Problem to work on: Each line of the data holding "fallback" should be found and copied.

'''

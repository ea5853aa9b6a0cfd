#include "read/check.h"

#include <math.h>
#include <stdio.h>
#include <string.h>

#include "base/number.h"
#include "read/suggest.h"

/* clang-format off */
const bh_section_kind bh_section_kinds[] = {
	/* file                name          parent   titled many   needed */
	{ BH_FILE_REQUEST,    "phase",      "",      true,  true,  true  },
	{ BH_FILE_REQUEST,    "site",       "phase", true,  true,  false },
	{ BH_FILE_REQUEST,    "specimen",   "",      false, false, false },
	{ BH_FILE_REQUEST,    "aim",        "",      true,  true,  false },
	{ BH_FILE_REQUEST,    "unsure",     "",      false, false, false },
	{ BH_FILE_REQUEST,    "booking",    "",      false, false, false },
	{ BH_FILE_INSTRUMENT, "goniometer", "",      false, false, true  },
	{ BH_FILE_INSTRUMENT, "tube",       "",      true,  true,  true  },
	{ BH_FILE_INSTRUMENT, "slits",      "",      false, false, true  },
	{ BH_FILE_INSTRUMENT, "detector",   "",      false, false, true  },
	{ BH_FILE_INSTRUMENT, "path",       "",      false, false, false },
	{ BH_FILE_INSTRUMENT, "profile",    "",      false, false, true  },
	{ BH_FILE_INSTRUMENT, "blank",      "",      false, false, false },
	{ BH_FILE_INSTRUMENT, "overhead",   "",      false, false, false },
	{ BH_FILE_INSTRUMENT, "continuum",  "",      false, false, false },
};
/* clang-format on */
const size_t bh_section_kind_count = sizeof bh_section_kinds / sizeof *bh_section_kinds;

enum { SHOWN = 60 };

typedef struct {
	bh_key_file file;
	bool whole; /* nothing was passed over in scanning              */
	bool torn;  /* what stands in which section is a guess          */
	bh_problems *problems;
} checker;

static const bh_section_kind *kind_of(bh_key_file file, const char *parent,
				      const char *name)
{
	for (size_t i = 0; i < bh_section_kind_count; i++) {
		const bh_section_kind *k = &bh_section_kinds[i];

		if (k->file == file && strcmp(k->parent, parent) == 0 &&
		    strcmp(k->name, name) == 0)
			return k;
	}
	return NULL;
}

/* "phase, specimen, aim": names joined, cut where the room ends. */
static void join(char *list, size_t room, const char *name)
{
	size_t used = strlen(list);

	if (used + strlen(name) + 6 < room)
		snprintf(list + used, room - used, "%s%s", used ? ", " : "", name);
	else if (used + 5 < room && strcmp(list + used - 3, "...") != 0)
		snprintf(list + used, room - used, ", ...");
}

/* A key of this file's kind, in whatever section. */
static const bh_key *key_anywhere(bh_key_file file, const char *name)
{
	for (size_t i = 0; i < bh_key_count; i++)
		if (bh_keys[i].file == file && strcmp(bh_keys[i].name, name) == 0)
			return &bh_keys[i];
	return NULL;
}

static const bh_section_kind *kind_anywhere(bh_key_file file, const char *name)
{
	for (size_t i = 0; i < bh_section_kind_count; i++)
		if (bh_section_kinds[i].file == file &&
		    strcmp(bh_section_kinds[i].name, name) == 0)
			return &bh_section_kinds[i];
	return NULL;
}

/* Where a misplaced word would be right, as the start of a hint. */
static const char *belongs(char hint[120], const checker *c, const char *name)
{
	const bh_section_kind *kind = kind_anywhere(c->file, name);
	const bh_key *key = key_anywhere(c->file, name);

	*hint = '\0';
	if (kind)
		snprintf(hint, 120, "it is a section%s%s: %s %s{ ... }. ",
			 *kind->parent ? " of " : "", kind->parent, name,
			 kind->titled ? "\"name\" " : "");
	else if (key)
		snprintf(hint, 120, "it is a key of %s. ",
			 *key->section ? key->section : "the top level");
	return hint;
}

static bool unknown_section(const checker *c, const bh_scan_section *s,
			    const char *parent, const char *section)
{
	int width = bh_suggest_cut(s->name, SHOWN);
	bh_suggestion near = { 0 };
	char list[200] = "", hint[120];

	if (c->torn && kind_anywhere(c->file, s->name))
		return false; /* its place is a guess */
	if (bh_key_find(c->file, section, s->name))
		return bh_problem(c->problems, s->place,
				  "\"%.*s\" is a key, not a section\nlike %.*s = ...",
				  width, s->name, width, s->name);
	for (size_t i = 0; i < bh_section_kind_count; i++)
		if (bh_section_kinds[i].file == c->file &&
		    strcmp(bh_section_kinds[i].parent, parent) == 0) {
			bh_suggest(&near, s->name, bh_section_kinds[i].name);
			join(list, sizeof list, bh_section_kinds[i].name);
		}
	return bh_problem(c->problems, s->place,
			  "unknown section \"%.*s\"%s%s%s\n%s%sallowed here: %s", width,
			  s->name, *parent ? " in \"" : "", parent, *parent ? "\"" : "",
			  belongs(hint, c, s->name), bh_suggest_hint(&near),
			  *list ? list : "no section");
}

static bool unknown_key(const checker *c, const bh_scan_key *key, const char *section)
{
	int width = bh_suggest_cut(key->name, SHOWN);
	bh_suggestion near = { 0 };
	char list[240] = "", hint[120];

	if (c->torn && key_anywhere(c->file, key->name))
		return false; /* its place is a guess */
	for (size_t i = 0; i < bh_key_count; i++)
		if (bh_keys[i].file == c->file &&
		    strcmp(bh_keys[i].section, section) == 0) {
			bh_suggest(&near, key->name, bh_keys[i].name);
			join(list, sizeof list, bh_keys[i].name);
		}
	return bh_problem(c->problems, key->place,
			  "unknown key \"%.*s\"%s%s%s\n%s%sallowed here: %s", width,
			  key->name, *section ? " in \"" : "", section,
			  *section ? "\"" : "", belongs(hint, c, key->name),
			  bh_suggest_hint(&near), list);
}

static bool one_of(const char *words, const char *text)
{
	size_t n = strlen(text);

	for (const char *w = words; *w;) {
		size_t length = strcspn(w, " ");

		if (length == n && memcmp(w, text, n) == 0)
			return true;
		w += length;
		w += *w == ' ';
	}
	return false;
}

static bool bad_word(const checker *c, const bh_key *key, const bh_scan_value *value)
{
	bh_suggestion near = { 0 };
	char words[200], *save = words;
	const char *list = key->type == BH_KEY_FLAG ? "true false" : key->words;

	snprintf(words, sizeof words, "%s", list);
	while (*save) {
		size_t n = strcspn(save, " ");
		bool last = save[n] == '\0';

		save[n] = '\0';
		bh_suggest(&near, value->text, save);
		save += n + !last;
	}
	return bh_problem(c->problems, value->place, "\"%s\" is \"%.*s\"\n%sallowed: %s",
			  key->name, bh_suggest_cut(value->text, SHOWN), value->text,
			  bh_suggest_hint(&near), list);
}

bool bh_check_number(double *number, const bh_key *key, const char *text)
{
	switch (key->type) {
	case BH_KEY_DURATION:
		return bh_duration_read(number, text, strlen(text));
	case BH_KEY_FLAG:
		*number = strcmp(text, "true") == 0;
		return *number > 0 || strcmp(text, "false") == 0;
	default:
		return bh_number_read(number, text, strlen(text));
	}
}

static bool check_numeric(const checker *c, const bh_key *key, const bh_scan_value *value)
{
	bool whole = key->type == BH_KEY_WHOLE || key->type == BH_KEY_WHOLES;
	const char *unit = *key->unit ? " " : "";
	int width = bh_suggest_cut(value->text, SHOWN);
	double number;

	if (!bh_check_number(&number, key, value->text) ||
	    (whole && fabs(number - round(number)) > 0))
		return bh_problem(
			c->problems, value->place,
			"\"%s\" is \"%.*s\", not a %snumber\nallowed: %g to %g%s%s",
			key->name, width, value->text, whole ? "whole " : "", key->low,
			key->high, unit, key->unit);
	if (!(number >= key->low && number <= key->high))
		return bh_problem(c->problems, value->place,
				  "\"%s\" is %.*s\nallowed: %g to %g%s%s", key->name,
				  width, value->text, key->low, key->high, unit,
				  key->unit);
	return true;
}

static bool check_duration(const checker *c, const bh_key *key,
			   const bh_scan_value *value)
{
	double seconds;

	if (!bh_check_number(&seconds, key, value->text))
		return bh_problem(
			c->problems, value->place,
			"\"%s\" is \"%.*s\", not a duration\nlike \"2 h\", \"90 "
			"min\", \"1 h 30 min\"",
			key->name, bh_suggest_cut(value->text, SHOWN), value->text);
	if (!(seconds >= key->low && seconds <= key->high))
		return bh_problem(c->problems, value->place,
				  "\"%s\" is \"%.*s\"\nallowed: %g s to %g h", key->name,
				  bh_suggest_cut(value->text, SHOWN), value->text,
				  key->low, key->high / 3600);
	return true;
}

static bool check_text(const checker *c, const bh_key *key, const bh_scan_value *value)
{
	if (strlen(value->text) > (size_t)key->high)
		return bh_problem(c->problems, value->place,
				  "\"%s\" is longer than %g bytes\nshorten it", key->name,
				  key->high);
	return *value->text || (key->fallback && !*key->fallback) ||
	       bh_problem(c->problems, value->place, "\"%s\" is empty\n%s", key->name,
			  key->help);
}

static bool check_value(const checker *c, const bh_key *key, const bh_scan_value *value)
{
	switch (key->type) {
	case BH_KEY_WORD:
		return one_of(key->words, value->text) || bad_word(c, key, value);
	case BH_KEY_FLAG:
		return one_of("true false", value->text) || bad_word(c, key, value);
	case BH_KEY_DURATION:
		return check_duration(c, key, value);
	case BH_KEY_TEXT:
		return check_text(c, key, value);
	case BH_KEY_TEXTS:
		return *value->text ||
		       bh_problem(c->problems, value->place,
				  "\"%s\" holds an empty text\n%s", key->name, key->help);
	default:
		return check_numeric(c, key, value);
	}
}

static bool is_list(const bh_key *key)
{
	return key->type == BH_KEY_NUMBERS || key->type == BH_KEY_WHOLES ||
	       key->type == BH_KEY_TEXTS;
}

static bool check_key(const checker *c, const bh_scan_key *written, const bh_key *key)
{
	bool good = true;

	if (written->list && !is_list(key))
		return bh_problem(c->problems, written->place,
				  "\"%s\" is a list\nit takes one value, without braces",
				  key->name);
	for (size_t i = 0; i < written->count; i++)
		good = check_value(c, key, &written->values[i]) && good;
	return good;
}

static bool is_written(const bh_scan_section *s, const char *name)
{
	for (size_t i = 0; i < s->key_count; i++)
		if (strcmp(s->keys[i].name, name) == 0)
			return true;
	return false;
}

static bool check_missing(const checker *c, const bh_scan_section *s, const char *section)
{
	bool good = true;

	for (size_t i = 0; i < bh_key_count; i++) {
		const bh_key *key = &bh_keys[i];

		if (key->file != c->file || key->fallback ||
		    strcmp(key->section, section) != 0 || is_written(s, key->name))
			continue;
		good = false;
		if (!c->whole) /* it may stand in a line that was passed over */
			continue;
		bh_problem(c->problems, s->place, "%s%s%s has no \"%s\"\n%s%s%s%s",
			   *s->name ? "section \"" : "the file", s->name,
			   *s->name ? "\"" : "", key->name, key->help,
			   *key->unit ? " (" : "", key->unit, *key->unit ? ")" : "");
	}
	return good;
}

const char *bh_check_key_section(const bh_scan_section *section, bh_key_file file,
				 bh_problems *problems)
{
	static const char *const aims[] = { "aim line", "aim survey" };
	bh_suggestion near = { 0 };

	if (file != BH_FILE_REQUEST || strcmp(section->name, "aim") != 0)
		return section->name;
	for (size_t i = 0; i < sizeof aims / sizeof *aims; i++) {
		const char *kind = aims[i] + strlen("aim ");

		if (section->title && strcmp(section->title, kind) == 0)
			return aims[i];
		bh_suggest(&near, section->title ? section->title : "", kind);
	}
	if (section->title && *section->title) /* else its lack is noted */
		bh_problem(problems, section->title_place,
			   "no such aim: \"%.*s\"\n%sallowed: line, survey",
			   bh_suggest_cut(section->title, SHOWN), section->title,
			   bh_suggest_hint(&near));
	return NULL;
}

static bool check_section(const checker *c, bh_scan_section *s, const char *section);

static bool check_titles(const checker *c, const bh_scan_section *s,
			 const bh_section_kind *kind)
{
	static const struct {
		const char *section, *title;
	} examples[] = { { "tube", "Cu" }, { "aim", "line" }, { "site", "Fe" } };
	const char *example = "quartz";

	for (size_t i = 0; i < sizeof examples / sizeof *examples; i++)
		if (strcmp(s->name, examples[i].section) == 0)
			example = examples[i].title;
	if (kind->titled && (!s->title || !*s->title))
		return bh_problem(c->problems, s->place,
				  "\"%s\" needs a name\nlike %s \"%s\" { ... }", s->name,
				  s->name, example);
	if (!kind->titled && s->title)
		return bh_problem(c->problems, s->title_place,
				  "\"%s\" takes no name\nlike %s { ... }", s->name,
				  s->name);
	return true;
}

/* Sections that may stand once only, and names that may. Any number of aims and sites of one
 * name is good. */
static bool check_once(const checker *c, const bh_scan_section *parent,
		       const bh_scan_section *s, const bh_section_kind *kind)
{
	for (size_t i = 0; parent->sections[i] != s; i++) {
		const bh_scan_section *other = parent->sections[i];

		if (strcmp(other->name, s->name) != 0)
			continue;
		if (!kind->many)
			return bh_problem(c->problems, s->place,
					  "\"%s\" is given twice\nit stands in line %d "
					  "already",
					  s->name, other->place.line);
		if (strcmp(s->name, "aim") != 0 && strcmp(s->name, "site") != 0 &&
		    s->title && other->title && strcmp(other->title, s->title) == 0)
			return bh_problem(c->problems, s->title_place,
					  "%s \"%.*s\" is given twice\nit stands in "
					  "line %d already",
					  s->name, bh_suggest_cut(s->title, SHOWN),
					  s->title, other->place.line);
	}
	return true;
}

static bool check_section(const checker *c, bh_scan_section *s, const char *section);

/* A section within another; false: it is left out of what is parsed. */
static bool check_subsection(const checker *c, const bh_scan_section *parent,
			     bh_scan_section *s, const char *section)
{
	const bh_section_kind *kind = kind_of(c->file, parent->name, s->name);
	const char *keys;
	bool good;

	if (!kind)
		return unknown_section(c, s, parent->name, section);
	good = check_titles(c, s, kind);
	good = check_once(c, parent, s, kind) && good;
	keys = bh_check_key_section(s, c->file, c->problems);
	if (keys && !check_section(c, s, keys))
		s->faulty = true;
	return good && keys;
}

static bool check_needed(const checker *c, const bh_scan_section *s)
{
	bool good = true;

	for (size_t i = 0; c->whole && i < bh_section_kind_count; i++) {
		const bh_section_kind *kind = &bh_section_kinds[i];
		bool found = false;

		if (kind->file != c->file || !kind->needed ||
		    strcmp(kind->parent, s->name) != 0)
			continue;
		for (size_t k = 0; k < s->section_count; k++)
			found = found || strcmp(s->sections[k]->name, kind->name) == 0;
		if (!found)
			good = bh_problem(c->problems, s->place,
					  "there is no section \"%s\"\nit must be given",
					  kind->name);
	}
	return good;
}

/* A key that is bad already was noted in scanning. */
static bool check_section(const checker *c, bh_scan_section *s, const char *section)
{
	bool good = true;

	for (size_t i = 0; i < s->key_count; i++) {
		bh_scan_key *written = &s->keys[i];
		const bh_key *key = bh_key_find(c->file, section, written->name);

		if (!written->bad)
			written->bad = !(key ? check_key(c, written, key)
					     : unknown_key(c, written, section));
		good = good && !written->bad;
	}
	good = check_missing(c, s, section) && good;
	for (size_t i = 0; i < s->section_count; i++) {
		bh_scan_section *sub = s->sections[i];

		if (!sub->bad)
			sub->bad = !check_subsection(c, s, sub, section);
		s->lacks = s->lacks || sub->bad;
		good = good && !sub->bad && !sub->faulty;
	}
	good = check_needed(c, s) && good;
	s->faulty = s->faulty || s->lacks || c->torn || !good;
	return !s->faulty;
}

bool bh_check(bh_scan_section *root, bh_key_file file, bool whole, bh_problems *problems)
{
	checker c = { file, whole, root->torn, problems };

	return check_section(&c, root, "");
}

'''

Written answer:
	return *value->text || (key->fallback && !*key->fallback) ||
		if (key->file != c->file || key->fallback ||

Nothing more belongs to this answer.